In both cases, the Transparency Network, a work group that comprises, among others, the Center for Investigative Journalism (CPI, by its initials in Spanish,) Open Spaces, Sin Comillas and GFR Media, presented amendments so the measures would not represent a step back or even a violation of current constitutional rights to access. However, after the suggestions were accepted and presented by House Speaker Carlos “Johnny” Méndez, all it took was one call from La Fortaleza to tear the amendments apart and return the bill to its dangerous original state. On the Senate side, it was Sen. Miguel Romero who buckled to La Fortaleza’s wishes to use the measures to create more stumbling blocks to the rights to access, rather than broaden them.

In the face of the unfriendly and thorny legislative landscape, the option was taking the route via the courts, which was active in 2018, with at least eight high-profile cases submitted to defend the constitutional right to access to information, by the CPI, Open Spaces, Metro newspaper, and the Citizens Commission for an Integral Audit of Public Credit. Metro filed seeking the minutes from the Puerto Rico Electric Power Authority’s Governing Board, the CPI claimed information related to deaths following Hurricane María and the Rosselló Administration’s emergency plans, Espacios Abiertos sought information that supports the Fiscal Plan, the translation of the Recovery Plan and tax credits, while the Commission demanded data related to bond issues by the Sales Tax Financing Corporation (known as COFINA for its initials in Spanish) and the Retirement System. In seven of the eight cases there were victories for the right to access information, although some of the decisions are awaiting full compliance by the government or waiting for reviews by higher courts.

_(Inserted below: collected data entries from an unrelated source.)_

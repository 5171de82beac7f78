"""Futility and harm beside efficacy: who counts on whom, when there is no bound, and what is reported."""

from __future__ import annotations

import math
from dataclasses import replace

import pytest
from scipy.special import ndtr

from app.errors import DesignInvalid
from app.model.boundary import Bound, LookAsUsed
from app.model.plan import Design, Efficacy, Futility, Harm
from app.model.values import Absent, Estimate
from app.sequential.boundary import LookAhead
from app.sequential.effect import PlanRules, effect_scale, planned_looks, rules_of

DESIGN = Design(0.025, 1, 0.9, 0.75, 533, (0.35, 0.7, 1.0))
EFFICACY = Efficacy("O'Brien-Fleming-type")
SPENDING = Futility("Hwang-Shih-DeCani", parameter=-3.0)
HARM = Harm("Pocock-type", 0.025)


def rules(
    futility: Futility | None = None, harm: Harm | None = None, design: Design = DESIGN, **more: str
) -> PlanRules:
    return rules_of(
        design, EFFICACY, experimental_share=0.5, direction=1, futility=futility, harm=harm, **more
    )


def planned(of: PlanRules, design: Design = DESIGN) -> tuple[Bound, ...]:
    return of.bounds((), planned_looks(design, design.looks, 0.5, final=False))


def look(number: int, events: int, kind: str = "planned", **more: object) -> LookAhead:
    return LookAhead(number, kind, float(events), events / 533, events, events / 4.0, **more)  # type: ignore[arg-type]


def used(bound: Bound, kind: str = "planned", **changes: object) -> LookAsUsed:
    """The bounds of a look, recorded as they were used."""
    recorded = LookAsUsed(
        number=bound.number,
        kind=kind,  # type: ignore[arg-type]
        information=float(bound.events),
        events=bound.events,
        fraction=bound.information_fraction,
        z=1.5,
        efficacy_z=bound.efficacy_z,
        alpha_spent=bound.alpha_spent,
        final=bound.final,
        futility_z=bound.futility_z,
        type_two_spent=bound.type_two_spent or 0.0,
        harm_z=bound.harm_z,
        harm_alpha_spent=bound.harm_alpha_spent or 0.0,
    )
    return replace(recorded, **changes)  # type: ignore[arg-type]


def number(z: Estimate | None) -> float:
    assert isinstance(z, float)
    return z


def reason(z: Estimate | None) -> str:
    assert isinstance(z, Absent)
    return z.reason


def efficacy_of(bounds: tuple[Bound, ...]) -> list[Estimate]:
    return [bound.efficacy_z for bound in bounds]


def test_non_binding_futility_and_harm_leave_the_efficacy_bounds_as_they_are() -> None:
    plain = planned(rules())
    assert efficacy_of(planned(rules(SPENDING, HARM))) == efficacy_of(plain)
    assert efficacy_of(plain) == pytest.approx([3.6128, 2.4406, 2.0002], abs=5e-5)  # computed independently


def test_binding_futility_lets_the_last_efficacy_bound_down() -> None:
    plain, bound = planned(rules()), planned(rules(replace(SPENDING, binding=True)))
    assert bound[0].efficacy_z == plain[0].efficacy_z
    assert number(bound[2].efficacy_z) < number(plain[2].efficacy_z) - 0.01


def test_what_a_plan_does_not_have_is_not_asked_for() -> None:
    for bound in planned(rules()):
        assert (bound.futility_z, bound.type_two_spent, bound.futility_hazard_ratio) == (None, None, None)
        assert (bound.harm_z, bound.harm_alpha_spent, bound.harm_hazard_ratio) == (None, None, None)


def test_the_last_futility_bound_is_the_efficacy_bound_and_all_of_the_type_two_error_is_spent() -> None:
    bounds = planned(rules(SPENDING))
    assert bounds[-1].futility_z == bounds[-1].efficacy_z
    assert bounds[-1].type_two_spent == pytest.approx(0.1, abs=1e-9)
    assert all(number(bound.futility_z) < number(bound.efficacy_z) for bound in bounds[:-1])


def test_the_bounds_one_by_one_are_the_bounds_of_the_plan() -> None:
    of = rules(replace(SPENDING, binding=True), HARM)
    bounds = planned(of)
    past: list[LookAsUsed] = []
    for at, ahead in zip(bounds, planned_looks(DESIGN, DESIGN.looks, 0.5, final=False), strict=True):
        (bound,) = of.bounds(past, (ahead,))
        assert bound == at
        past.append(used(bound, information=ahead.information))


def test_a_final_look_earlier_than_planned_says_what_type_two_error_it_leaves() -> None:
    of = rules(SPENDING)
    first = planned(of)[0]
    (last,) = of.bounds([used(first)], (look(2, 400, kind="final"),))
    assert last.futility_z == last.efficacy_z
    assert number(last.type_two_spent) > 0.12  # fewer events than planned: less power


def test_futility_that_would_reach_efficacy_before_the_end_is_none_and_both_bounds_are_said() -> None:
    """Late in an over-run plan: the total was raised, so efficacy spends little, while futility is behind."""
    of = rules(SPENDING)
    (bound,) = of.bounds((), (look(1, 500),))
    assert number(bound.futility_z) < number(bound.efficacy_z)
    hasty = rules(Futility("Hwang-Shih-DeCani", parameter=2.0))
    (crossing,) = hasty.bounds((), (look(1, 520),))
    assert "the futility bound would lie at " in reason(crossing.futility_z)
    assert f"not below the efficacy bound at {crossing.efficacy_z:.3f}" in reason(crossing.futility_z)
    assert crossing.type_two_spent == 0.0


def test_futility_at_a_plan_that_never_reaches_its_power_is_refused_in_a_sentence() -> None:
    """Bound to stop, and with nearly all type II error spent at the start, few null paths reach the end."""
    design = replace(DESIGN, looks=(0.5, 0.97, 1.0))
    with pytest.raises(
        DesignInvalid, match="The futility boundary leaves efficacy too little room for the power"
    ):
        rules(Futility("Hwang-Shih-DeCani", parameter=60.0, binding=True), design=design)


def test_a_futility_look_spends_the_share_of_a_look_that_was_skipped() -> None:
    of = rules(SPENDING)
    (late,) = of.bounds((), (look(1, 374),))
    spending = of.futility.spending  # type: ignore[union-attr]
    assert late.type_two_spent == pytest.approx(spending(374 / 533), rel=1e-12)


def test_a_safety_look_has_harm_only() -> None:
    of = rules(SPENDING, HARM)
    (safety,) = of.bounds((), (look(1, 200, kind="safety"),))
    assert "no efficacy bound" in reason(safety.efficacy_z)
    assert "no futility bound" in reason(safety.futility_z)
    assert safety.type_two_spent == 0.0
    assert number(safety.harm_z) < -2.0
    assert safety.harm_alpha_spent == pytest.approx(of.harm.spending(200 / 533), rel=1e-13)  # type: ignore[union-attr]


def test_conditional_power_at_its_futility_bound_is_the_limit() -> None:
    limit = 0.2
    of = rules(Futility(rule="conditional power", limit=limit))
    bounds = planned(of)
    effect = effect_scale(DESIGN, 0.5, 1).noncentrality(DESIGN.hazard_ratio)
    criterion = number(bounds[-1].efficacy_z)
    for bound in bounds[:-1]:
        t = bound.information_fraction
        mean = number(bound.futility_z) * math.sqrt(t) + effect * (1.0 - t)
        assert ndtr((mean - criterion) / math.sqrt(1.0 - t)) == pytest.approx(limit, rel=1e-12)


def test_the_hazard_ratio_at_its_futility_bound_is_the_limit() -> None:
    bounds = planned(rules(Futility(rule="hazard ratio", limit=0.95)))
    assert [bound.futility_hazard_ratio for bound in bounds[:-1]] == pytest.approx([0.95, 0.95], rel=1e-12)
    at_one = planned(rules(Futility(rule="hazard ratio", limit=1.0)))
    assert [math.copysign(1.0, number(bound.futility_z)) for bound in at_one] == [1.0, 1.0, 1.0]


def test_without_score_variance_a_limit_on_the_hazard_ratio_has_no_bound() -> None:
    missing = Absent("no log-rank test")
    of = rules(Futility(rule="hazard ratio", limit=0.95))
    (bound,) = of.bounds((), (replace(look(1, 200), score_variance=missing),))
    assert bound.futility_z == missing


def test_a_limit_on_conditional_power_needs_a_last_bound() -> None:
    of = rules(Futility(rule="conditional power", limit=0.2))
    all_spent = LookAsUsed(1, "final", 150.0, 150, 0.28, 1.0, 2.0, 0.025, True)
    (bound,) = of.bounds([all_spent], (look(2, 300),))
    assert "no efficacy bound" in reason(bound.futility_z)


def test_a_rule_counts_its_type_two_error_under_the_effect_solved_for_the_power() -> None:
    bounds = planned(rules(Futility(rule="hazard ratio", limit=1.0)))
    spent = [number(bound.type_two_spent) for bound in bounds]
    assert spent == sorted(spent)
    assert spent[-1] == pytest.approx(0.1, abs=1e-9)


def test_harm_mirrors_a_one_sided_test_at_its_own_alpha() -> None:
    harmed = planned(rules(harm=HARM))
    mirror = rules_of(DESIGN, Efficacy("Pocock-type"), experimental_share=0.5, direction=1)
    assert [bound.harm_z for bound in harmed] == [-number(bound.efficacy_z) for bound in planned(mirror)]
    assert harmed[-1].harm_alpha_spent == 0.025


def test_harm_on_another_endpoint_goes_by_that_endpoints_information() -> None:
    of = rules(harm=Harm("Pocock-type", 0.025, "DEATH"), parameter="DEATHHF")
    first = look(1, 187, harm_information=40.0, harm_score_variance=10.0)
    second = look(2, 374, harm_information=90.0, harm_score_variance=22.0)
    bounds = of.bounds((), (first, second))
    same = rules(harm=HARM).bounds((), (look(1, 187), look(2, 374)))
    assert bounds[0].harm_z == same[0].harm_z  # a first bound has no correlation
    assert bounds[0].harm_hazard_ratio == pytest.approx(math.exp(-number(bounds[0].harm_z) / math.sqrt(10.0)))
    assert number(bounds[1].harm_z) != pytest.approx(number(same[1].harm_z), abs=1e-6)
    held = used(bounds[0], harm_information=40.0)
    assert of.bounds([held], (second,))[0].harm_z == bounds[1].harm_z


def test_no_new_event_of_the_harm_endpoint_means_no_harm_bound() -> None:
    of = rules(harm=Harm("Pocock-type", 0.025, "DEATH"), parameter="DEATHHF")
    (first,) = of.bounds((), (look(1, 187, harm_information=40.0),))
    (second,) = of.bounds([used(first, harm_information=40.0)], (look(2, 374, harm_information=40.0),))
    assert "no new information" in reason(second.harm_z)
    assert second.harm_alpha_spent == first.harm_alpha_spent
    assert isinstance(second.efficacy_z, float)


def test_the_plan_s_own_endpoint_named_for_harm_is_the_test_s() -> None:
    named = rules(harm=replace(HARM, endpoint_parameter="DEATHHF"), parameter="DEATHHF")
    assert named.harm is not None
    assert not named.harm.own_endpoint


def test_a_harm_spend_that_is_used_up_leaves_no_bound() -> None:
    of = rules(harm=HARM)
    done = used(planned(of)[0], harm_alpha_spent=0.025)
    (bound,) = of.bounds([done], (look(2, 374),))
    assert "alpha for harm" in reason(bound.harm_z)


def test_after_an_efficacy_crossing_neither_futility_nor_harm_is_tested_again() -> None:
    of = rules(SPENDING, HARM)
    first = used(planned(of)[0], crossed="efficacy")
    (bound,) = of.bounds([first], (look(2, 374),))
    for z in (bound.efficacy_z, bound.futility_z, bound.harm_z):
        assert "crossed at look 1" in reason(z)
    assert bound.type_two_spent == first.type_two_spent
    assert bound.harm_alpha_spent == first.harm_alpha_spent


def test_only_binding_futility_ends_the_test() -> None:
    stopped = used(planned(rules(SPENDING))[0], crossed="futility")
    (going_on,) = rules(SPENDING).bounds([stopped], (look(2, 374),))
    (ended,) = rules(replace(SPENDING, binding=True)).bounds([stopped], (look(2, 374),))
    assert isinstance(going_on.efficacy_z, float)
    assert "crossed at look 1" in reason(ended.efficacy_z)


def test_binding_futility_that_leaves_fewer_paths_than_alpha_leaves_no_bound_there() -> None:
    """A plan whose last looks nobody reaches under no effect: one bound is missing, not the whole answer."""
    binding = Futility(spending="Pocock-type", binding=True)
    of = rules_of(
        replace(DESIGN, looks=(0.5, 0.75, 1.0)), Efficacy("O'Brien-Fleming-type"),
        experimental_share=0.5, direction=1, futility=binding,
    )  # fmt: skip
    early, late, last = of.bounds((), (look(1, 267), look(2, 517), look(3, 533)))
    assert isinstance(early.efficacy_z, float)
    assert number(late.efficacy_z) > 0.0
    assert "come past binding futility to here" in reason(last.efficacy_z)
    assert last.alpha_spent == late.alpha_spent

We cannot review 2018 without highlighting the important victory on a federal level in Judge Jay A. García-Gregory’s courtroom in the case of the CPI vs. the Fiscal Control Board, which validated a crucial point: that the entity has to comply with the constitutional right to access to information that Puerto Rico citizens have.

On a curious note, the increasing trend of cases filed claiming access to information is also evident in the United States, where, since the start of the Trump Administration, it has doubled under the Freedom of Information Act (FOIA.) In 2018, there were 860 cases filed that raise the number of pending cases to 1,204, which represents in both cases, a historic record. One of those, as it happens, is the CPI vs. FEMA for information it has yet to provide related to the recovery process.

Puerto Rico is looking at a crucial 2019, in which there will be — like pawns on a game board — the debt adjustments, privatization, recovery funds, the breakdown of basic services and a ramping-up of elections propaganda. This combination of pawns tilts the game toward an increase in secretiveness, propaganda and manipulation by public authorities.

The resolution for the new year is clear for the media, citizens, professional organizations and interest groups concerned about the country, is to explicitly demand the opening of dark rooms and that true transparency shines on decisions that are crucial for our future. That has to be done with all of the weapons available, including going to the courts, as it happened so often this year in Puerto Rico and the United States.

* The author is co-founder of the Center for Investigative Journalism and heads its Transparency program.